Respondo a esto que la cuestión está mal puesta. El ciudadano consiente en todas las leyes, aun en aquellas que han pasado a pesar suyo y hasta en aquellas que le castigan cuando se atreve a violar alguna. La voluntad constante de todos los miembros del Estado es la voluntad general; por ella son ciudadanos y ibres [ 3]. Cuando se propone una ley en una asamblea del pueblo, lo que se le pregunta no es precisamente si aprueban la proposición o si la rechazan, sino si está conforme o no con la voluntad general, que es la suya; cada uno, dando su sufragio, da su opinión sobre esto, y del cálculo de votos se saca la declaración de la voluntad general. Por tanto, cuando la opinión contraria vence a la mía, no se prueba otra cosa sino que yo me había equivocado, y que lo que yo consideraba como voluntad general no lo era. Si mi opinión particular hubiese vencido, habría hecho otra cosa de lo que había querido, y entonces es cuando no hubiese sido libre.

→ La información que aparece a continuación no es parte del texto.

// colloidtriage workbench. Builds the form from the OpenAPI document (ranges,
// enums, units, defaults) and the library listing, posts it to /v1/triage and
// renders the report. No dependencies; everything it loads comes from the
// service that served it.
"use strict";

// The form, grouped as a formulator thinks. Each field is [path, label] with
// an optional kind; the path is the request member in dots (array items by
// index). "more" fields fold away under the group.
const GROUPS = [
  {
    id: "product", title: "The product",
    fields: [
      ["sample_id", "Sample id"],
      ["product_category", "Product category"],
      ["particles.material", "Material", "material"],
      ["particles.phase", "Phase"],
      ["particles.diameter_nm", "Median diameter d50"],
      ["particles.size_span", "Size span (d90 − d10)/d50"],
      ["particles.volume_fraction", "Volume fraction"],
      ["particles.zeta_mV", "Zeta potential"],
    ],
    more: [
      ["particles.mobility_um_cm_per_V_s", "Electrophoretic mobility"],
      ["particles.density_kg_m3", "Particle density"],
      ["particles.isoelectric_ph", "Isoelectric point"],
      ["particles.hamaker_zJ", "Hamaker constant"],
      ["particles.refractive_index", "Refractive index"],
      ["particles.relative_permittivity", "Relative permittivity"],
      ["particles.solubility_mol_m3", "Solubility"],
      ["particles.molar_volume_cm3_mol", "Molar volume"],
      ["particles.interfacial_tension_mN_m", "Interfacial tension"],
    ],
  },
  {
    id: "liquid", title: "The liquid",
    fields: [
      ["medium.liquid", "Liquid", "liquid"],
      ["medium.temperature_c", "Temperature"],
      ["medium.ph", "pH"],
      ["salts", "Salts", "salts"],
      ["medium.ionic_strength_mM", "Ionic strength (instead of salts)"],
      ["medium.conductivity_uS_cm", "Conductivity (estimate)"],
      ["medium.hardness.value", "Water hardness"],
      ["medium.hardness.unit", "Hardness unit"],
      ["medium.cosolvents.0.name", "Co-solvent"],
      ["medium.cosolvents.0.mass_fraction", "Co-solvent mass fraction"],
    ],
    more: [
      ["medium.density_kg_m3", "Liquid density"],
      ["medium.viscosity_mPa_s", "Liquid viscosity"],
      ["medium.relative_permittivity", "Relative permittivity"],
      ["medium.refractive_index", "Refractive index"],
      ["medium.yield_stress_Pa", "Yield stress"],
    ],
  },
  {
    id: "stabiliser", title: "Stabilisers and polymers",
    fields: [
      ["stabilizer.layer_thickness_nm", "Steric layer thickness"],
      ["stabilizer.solvent_quality", "Solvent quality for the layer"],
      ["stabilizer.cloud_point_c", "Cloud point"],
      ["stabilizer.adsorbing_polymer.molar_mass_kg_mol", "Adsorbing polymer molar mass"],
      ["stabilizer.adsorbing_polymer.surface_coverage", "Adsorbing polymer coverage"],
      ["medium.free_polymer.concentration_g_L", "Free polymer concentration"],
      ["medium.free_polymer.radius_of_gyration_nm", "Free polymer radius of gyration"],
      ["medium.free_polymer.molar_mass_kg_mol", "Free polymer molar mass"],
    ],
    more: [["stabilizer.flory_huggins_chi", "Flory–Huggins χ"]],
  },
  {
    id: "storage", title: "Storage and shelf life",
    fields: [
      ["storage.container_height_mm", "Fill height"],
      ["storage.shelf_life_days", "Shelf life"],
      ["storage.min_temperature_c", "Lowest temperature"],
      ["storage.max_temperature_c", "Highest temperature"],
      ["storage.freeze_thaw_cycles", "Freeze–thaw cycles"],
      ["storage.process_step", "Process step"],
      ["storage.shear_rate_per_s", "Shear rate"],
      ["storage.max_clear_layer_mm", "Largest clear layer allowed"],
    ],
    more: [["storage.temperature_c", "Storage temperature"]],
  },
  {
    id: "observed", title: "What was observed",
    fields: [
      ["symptom", "Symptom"],
      ["observation.age_days", "Age when seen"],
      ["observation.clear_layer_mm", "Clear or cream layer"],
      ["observation.sediment_redisperses", "Sediment redisperses"],
      ["observation.size_growth_percent", "Growth of the median size"],
      ["observation.viscosity_change_percent", "Change of viscosity"],
      ["observations", "Series over time", "observations"],
    ],
  },
  {
    id: "constraints", title: "What the product cannot change", folded: true,
    fields: [["constraints", "Fixed inputs (remedies that change one are withheld)", "multi"]],
  },
  {
    id: "criteria", title: "Acceptance criteria and models", folded: true,
    fields: [
      ["criteria.min_barrier_kT", "Least energy barrier"],
      ["criteria.half_life_to_shelf_life", "Half-life over shelf life"],
      ["criteria.max_relative_viscosity", "Largest relative viscosity"],
      ["criteria.max_steric_contact_kT", "Largest steric contact energy"],
      ["models.van_der_waals", "Van der Waals model"],
      ["models.double_layer", "Double-layer model"],
      ["models.zeta_from_mobility", "Zeta from mobility"],
    ],
  },
];
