package library

import (
	"fmt"
	"io/fs"
	"math"
	"strconv"
	"strings"

	"colloidtriage/advisor/number"
	"colloidtriage/physics"
)

// LiquidModel names where a liquid's properties come from.
type LiquidModel string

const (
	// LiquidTabulated interpolates the library's own tables.
	LiquidTabulated LiquidModel = "tabulated"
	// LiquidIAPWSWater uses the water functions of package physics.
	LiquidIAPWSWater LiquidModel = "iapws"
)

// Temperatures, in K, between which Liquid.Properties is defined: -60 to
// 300 °C, the range a request may state. Loading checks that every liquid's
// extrapolation stays finite and physical over this whole range.
const (
	LiquidMinTempK = 213.15
	LiquidMaxTempK = 573.15
)

// LiquidPoint is one tabulated value at temperature TempK (K), in SI units.
type LiquidPoint struct {
	TempK, Value float64
}

// LiquidTable is a property tabulated against temperature, points in
// strictly increasing TempK, from one source.
type LiquidTable struct {
	Source string
	Points []LiquidPoint
}

// Liquid is a continuous-phase liquid of the library. Tables are in SI
// units (kg/m^3, Pa s, dimensionless); they are empty for LiquidIAPWSWater.
type Liquid struct {
	Key   string
	Name  string
	Model LiquidModel

	// MinTempK and MaxTempK bound the sourced range, in K: the density and
	// viscosity tables (or, for water, the physics fits) cover it.
	MinTempK, MaxTempK float64

	Density              LiquidTable // kg/m^3, linear in T
	Viscosity            LiquidTable // Pa s, ln(eta) linear in 1/T
	RelativePermittivity LiquidTable // linear in T; one point = constant

	RefractiveIndex SourcedValue  // n_D, not corrected for temperature
	FlashPointC     *SourcedValue // °C; nil where the liquid has none
	Aqueous         bool          // water is the continuous phase or its main part
	Flammable       bool          // flash point below 60 °C (UN GHS categories 1-3)

	// MeltingC is the melting point at 101.325 kPa, °C (the pour point for
	// oils without a sharp one). BoilingC is the normal boiling point, °C;
	// nil where the liquid decomposes or has none below the request range.
	// SupercoolsToC, for liquids that in practice stay liquid far below
	// their melting point and set to a glass rather than crystallise, is
	// the lowest temperature at which they are still taken as liquid, °C.
	MeltingC      SourcedValue
	BoilingC      *SourcedValue
	SupercoolsToC *SourcedValue

	Notes string
}
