// Fills the statistics of `report` from the stored returns (sorted here).
void Summarise(const SimulateOptions& options, Tally& tally, SimulationReport& report) {
  std::vector<double>& x = tally.returns;
  const int64_t n = static_cast<int64_t>(x.size());
  report.episodes = n;
  report.mean = report.min = report.max = kNaN;
  report.std_dev = report.std_error = report.ci_low = report.ci_high = kNaN;
  for (double level : options.quantiles) report.quantiles.push_back({level, kNaN});
  report.mean_length = n > 0 ? static_cast<double>(tally.episode_steps) / n : kNaN;
  if (n == 0) return;
  // Two passes in episode order (mean, then squared deviations), with the data shifted by the
  // first return: stable, reproducible, and exact (zero spread) when all returns are equal.
  const double shift = x.front();
  double sum = 0.0;
  for (double r : x) sum += r - shift;
  report.mean = shift + sum / static_cast<double>(n);
  if (n >= 2) {
    double squares = 0.0;
    for (double r : x) squares += (r - report.mean) * (r - report.mean);
    report.std_dev = std::sqrt(squares / (n - 1));
    report.std_error = report.std_dev / std::sqrt(static_cast<double>(n));
    const double half = NormalQuantile(0.5 * (1.0 + options.confidence)) * report.std_error;
    report.ci_low = report.mean - half;
    report.ci_high = report.mean + half;
  }
  std::sort(x.begin(), x.end());
  report.min = x.front();
  report.max = x.back();
  for (QuantileValue& q : report.quantiles) {
    // The 1-based rank k = ceil(q n); the tiny slack keeps q n = 95.000000000000014 at 95.
    const double rank = std::ceil(q.level * static_cast<double>(n) - 1e-9);
    const int64_t k = std::clamp<int64_t>(static_cast<int64_t>(rank), 1, n);
    q.value = x[k - 1];
  }
}

Status CheckStart(const Model& m, const std::vector<StartWeight>& start) {
  if (start.empty()) return InvalidArgumentError("start: no start state given");
  double sum = 0.0;
  for (const StartWeight& w : start) {
    if (w.state < 0 || w.state >= m.num_states()) {
      return InvalidArgumentError("start: state index " + std::to_string(w.state) +
                                  " is not in the model");
    }
    if (!std::isfinite(w.probability) || w.probability < 0.0) {
      return InvalidArgumentError("start: probability of state '" + m.state_name(w.state) +
                                  "' must be finite and non-negative");
    }
    sum += w.probability;
  }
  if (std::fabs(sum - 1.0) > kStartSumTolerance) {
    return InvalidArgumentError("start: probabilities sum to " + std::to_string(sum) +
                                ", not 1");
  }
  return Status::Ok();
}

}  // namespace

std::string_view SimulationOutcomeName(SimulationOutcome outcome) {
  switch (outcome) {
    case SimulationOutcome::kCompleted: return "completed";
    case SimulationOutcome::kCancelled: return "cancelled";
  }
  return "unknown";
}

Esto supone que todos los caracteres de la voluntad general coinciden con los de la pluralidad, y si cesan de coincidir, cualquiera que sea el partido que se adopte, ya no hay libertad.

Al mostrar anteriormente cómo se sustituían las voluntades particulares de la voluntad general en las deliberaciones públicas he indicado suficientemente los medios practicables para prevenir este abuso, y aún hablaré de ello después. Respecto al número proporcional de los sufragios para declarar esta voluntad, he dado también los principios sobre los cuales se le puede determinar. La diferencia de un solo voto rompe la igualdad: uno solo que se oponga rompe la unanimidad; pero entre la unanimidad y la igualdad hay muchos términos de desigualdad, en cada uno de los cuales se puede fijar este número según el estado y las necesidades del cuerpo político.

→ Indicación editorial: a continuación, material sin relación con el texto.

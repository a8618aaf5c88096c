#include "server/http_transport.h"

#include <netdb.h>
#include <netinet/in.h>
#include <netinet/tcp.h>
#include <spdlog/spdlog.h>
#include <sys/epoll.h>
#include <sys/eventfd.h>
#include <sys/socket.h>
#include <sys/uio.h>
#include <unistd.h>

#include <algorithm>
#include <atomic>
#include <cctype>
#include <cerrno>
#include <chrono>
#include <condition_variable>
#include <cstdio>
#include <cstring>
#include <deque>
#include <mutex>
#include <new>
#include <string_view>
#include <thread>
#include <unordered_map>
#include <utility>
#include <vector>

#include "server/thread_setup.h"

namespace mdp::server {
namespace {

constexpr size_t kMaxHeadBytes = size_t{16} << 10;  // Request line and header fields.
constexpr size_t kMaxTargetBytes = 8192;
constexpr size_t kMaxHeaderFields = 100;
constexpr size_t kMaxChunkLineBytes = 1024;
constexpr size_t kReadBytes = size_t{256} << 10;  // Per recv().
constexpr int64_t kLingerMs = 5000;  // How long a closing connection's input is drained.

int64_t NowMs() {
  return std::chrono::duration_cast<std::chrono::milliseconds>(
             std::chrono::steady_clock::now().time_since_epoch())
      .count();
}

// tchar of RFC 9110, sec. 5.6.2.
bool IsTokenChar(unsigned char c) {
  if (std::isalnum(c) != 0) return true;
  return std::strchr("!#$%&'*+-.^_`|~", c) != nullptr && c != '\0';
}

bool IsToken(std::string_view s) {
  return !s.empty() && std::all_of(s.begin(), s.end(), [](char c) {
    return IsTokenChar(static_cast<unsigned char>(c));
  });
}

bool EqualsIgnoreCase(std::string_view a, std::string_view b) {
  return a.size() == b.size() && std::equal(a.begin(), a.end(), b.begin(), [](char x, char y) {
           return std::tolower(static_cast<unsigned char>(x)) ==
                  std::tolower(static_cast<unsigned char>(y));
         });
}

std::string_view TrimWhitespace(std::string_view s) {
  while (!s.empty() && (s.front() == ' ' || s.front() == '\t')) s.remove_prefix(1);
  while (!s.empty() && (s.back() == ' ' || s.back() == '\t')) s.remove_suffix(1);
  return s;
}

// True iff the comma-separated list `value` has `token` as an element (case-insensitive).
bool ListsToken(std::string_view value, std::string_view token) {
  while (!value.empty()) {
    const size_t comma = value.find(',');
    if (EqualsIgnoreCase(TrimWhitespace(value.substr(0, comma)), token)) return true;
    if (comma == std::string_view::npos) break;
    value.remove_prefix(comma + 1);
  }
  return false;
}

int HexValue(char c) {
  if (c >= '0' && c <= '9') return c - '0';
  if (c >= 'a' && c <= 'f') return c - 'a' + 10;
  if (c >= 'A' && c <= 'F') return c - 'A' + 10;
  return -1;
}

// Percent-decoding (a '%' not followed by two hex digits stays as it is); in a query, '+'
// is a space.
std::string Decode(std::string_view s, bool plus_is_space) {
  std::string out;
  out.reserve(s.size());
  for (size_t i = 0; i < s.size(); ++i) {
    if (s[i] == '%' && i + 2 < s.size() && HexValue(s[i + 1]) >= 0 && HexValue(s[i + 2]) >= 0) {
      out += static_cast<char>(HexValue(s[i + 1]) * 16 + HexValue(s[i + 2]));
      i += 2;
    } else if (plus_is_space && s[i] == '+') {
      out += ' ';
    } else {
      out += s[i];
    }
  }
  return out;
}

void ParseQuery(std::string_view query, httplib::Params& params) {
  while (!query.empty()) {
    const size_t amp = query.find('&');
    const std::string_view pair = query.substr(0, amp);
    if (!pair.empty()) {
      const size_t eq = pair.find('=');
      params.emplace(Decode(pair.substr(0, eq), true),
                     eq == std::string_view::npos ? "" : Decode(pair.substr(eq + 1), true));
    }
    if (amp == std::string_view::npos) break;
    query.remove_prefix(amp + 1);
  }
}

const char* Reason(int status) {
  switch (status) {
    case 100:
      return "Continue";
    case 200:
      return "OK";
    case 201:
      return "Created";
    case 202:
      return "Accepted";
    case 204:
      return "No Content";
    case 303:
      return "See Other";
    case 304:
      return "Not Modified";
    case 400:
      return "Bad Request";
    case 401:
      return "Unauthorized";
    case 403:
      return "Forbidden";
    case 404:
      return "Not Found";
    case 405:
      return "Method Not Allowed";
    case 409:
      return "Conflict";
    case 410:
      return "Gone";
    case 413:
      return "Content Too Large";
    case 414:
      return "URI Too Long";
    case 415:
      return "Unsupported Media Type";
    case 422:
      return "Unprocessable Content";
    case 429:
      return "Too Many Requests";
    case 431:
      return "Request Header Fields Too Large";
    case 500:
      return "Internal Server Error";
    case 501:
      return "Not Implemented";
    case 503:
      return "Service Unavailable";
    case 505:
      return "HTTP Version Not Supported";
    default:
      return "Status";
  }
}

enum class Phase { kHead, kBody, kChunkSize, kChunkData, kChunkEnd, kTrailers, kLinger };

struct Conn {
  int fd = -1;
  std::string in;           // Received and not yet parsed.
  size_t head_scanned = 0;  // How much of `in` is known not to hold the end of the head.
  Phase phase = Phase::kHead;
  httplib::Request req;  // The request being read.
  std::string body;
  uint64_t remaining = 0;   // Body (or chunk) bytes still to come.
  bool over_limit = false;  // A chunked body went over the limit: the rest is dropped.
  bool keep_alive = true;
  size_t trailer_bytes = 0;
  std::atomic<int64_t> last_active_ms{0};
  std::atomic<bool> busy{false};       // A thread owns it (between its event and its re-arming).
  std::atomic<bool> lingering{false};  // Answered for the last time; input is drained.
  std::atomic<bool> writing{false};    // Waiting for the client to take the pending answer.
  // The answer not yet written (head, then body), and how much of it has been.
  std::string out_head;
  std::string out_body;
  size_t out_sent = 0;
  // A streamed answer still producing its body: called for the next piece once the previous
  // one is written, with the number of body bytes produced so far.
  httplib::ContentProvider stream;
  bool stream_chunked = false;  // Pieces are framed as chunks (HTTP/1.1), else sent as is.
  size_t stream_offset = 0;
  bool close_after_output = false;  // Half-close and drain once the answer is written.
};

// What parsing the received bytes came to.
struct Step {
  enum Kind { kNeedMore, kReady, kRefuse } kind = kNeedMore;
  int status = 0;      // kRefuse: the status to answer with.
  std::string reason;  // kRefuse: why.
  bool keep = false;   // kRefuse: the connection stays usable after the answer.
};

// sendmsg() of the parts without SIGPIPE, again after a signal: the bytes sent, or -1 with
// errno set.
ssize_t Send(int fd, iovec* parts, int count) {
  msghdr message{};
  message.msg_iov = parts;
  message.msg_iovlen = static_cast<size_t>(count);
  ssize_t n;
  do {
    n = ::sendmsg(fd, &message, MSG_NOSIGNAL);
  } while (n < 0 && errno == EINTR);
  return n;
}

Step Ready() {
  Step step;
  step.kind = Step::kReady;
  return step;
}

Step Refuse(int status, std::string reason, bool keep = false) {
  return Step{Step::kRefuse, status, std::move(reason), keep};
}

}  // namespace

Dos máximas generales pueden servir para reglamentar estas relaciones: una, que cuanto más graves e importantes son las deliberaciones, más debe aproximarse a la unanimidad la opinión dominante; la otra, que cuanta más celebridad elige el asunto debatido, más estrechas deben ser las diferencias de las opiniones; en las deliberaciones que es preciso terminar inmediatamente, la mayoría de un solo voto debe bastar. La primera de estas máximas parece convenir más a las leyes y la segunda a los asuntos. De cualquier modo que sea, sobre su combinación es sobre lo que se establecen las mejores relaciones que se pueden conceder a la pluralidad para pronunciarse en uno u otro sentido.

[ 1] Hist.. 1. 85 (Ed.)

[ 2]Esto debe siempre entenderse respecto a un Estado libre; porque. por lo demás, la familia, los bienes, la falta de asilo, la necesidad, la violencia, pueden retener a un habitante en el país a pesar suyo, y entonces la mera residencia no supone su consentimiento al contrato o a la violación del contrato.

[ 3] En Génova se lee delante de las prisiones y sobre los hierros de las galerías la palabra Libertas. Esta aplicación de la divisa es hermosa y justa. En efecto; sólo los malhechores de todas clases impiden al hombre ser libre. En un país donde toda esa gente estuviese en galeras, se gozaría de la más perfecta libertad.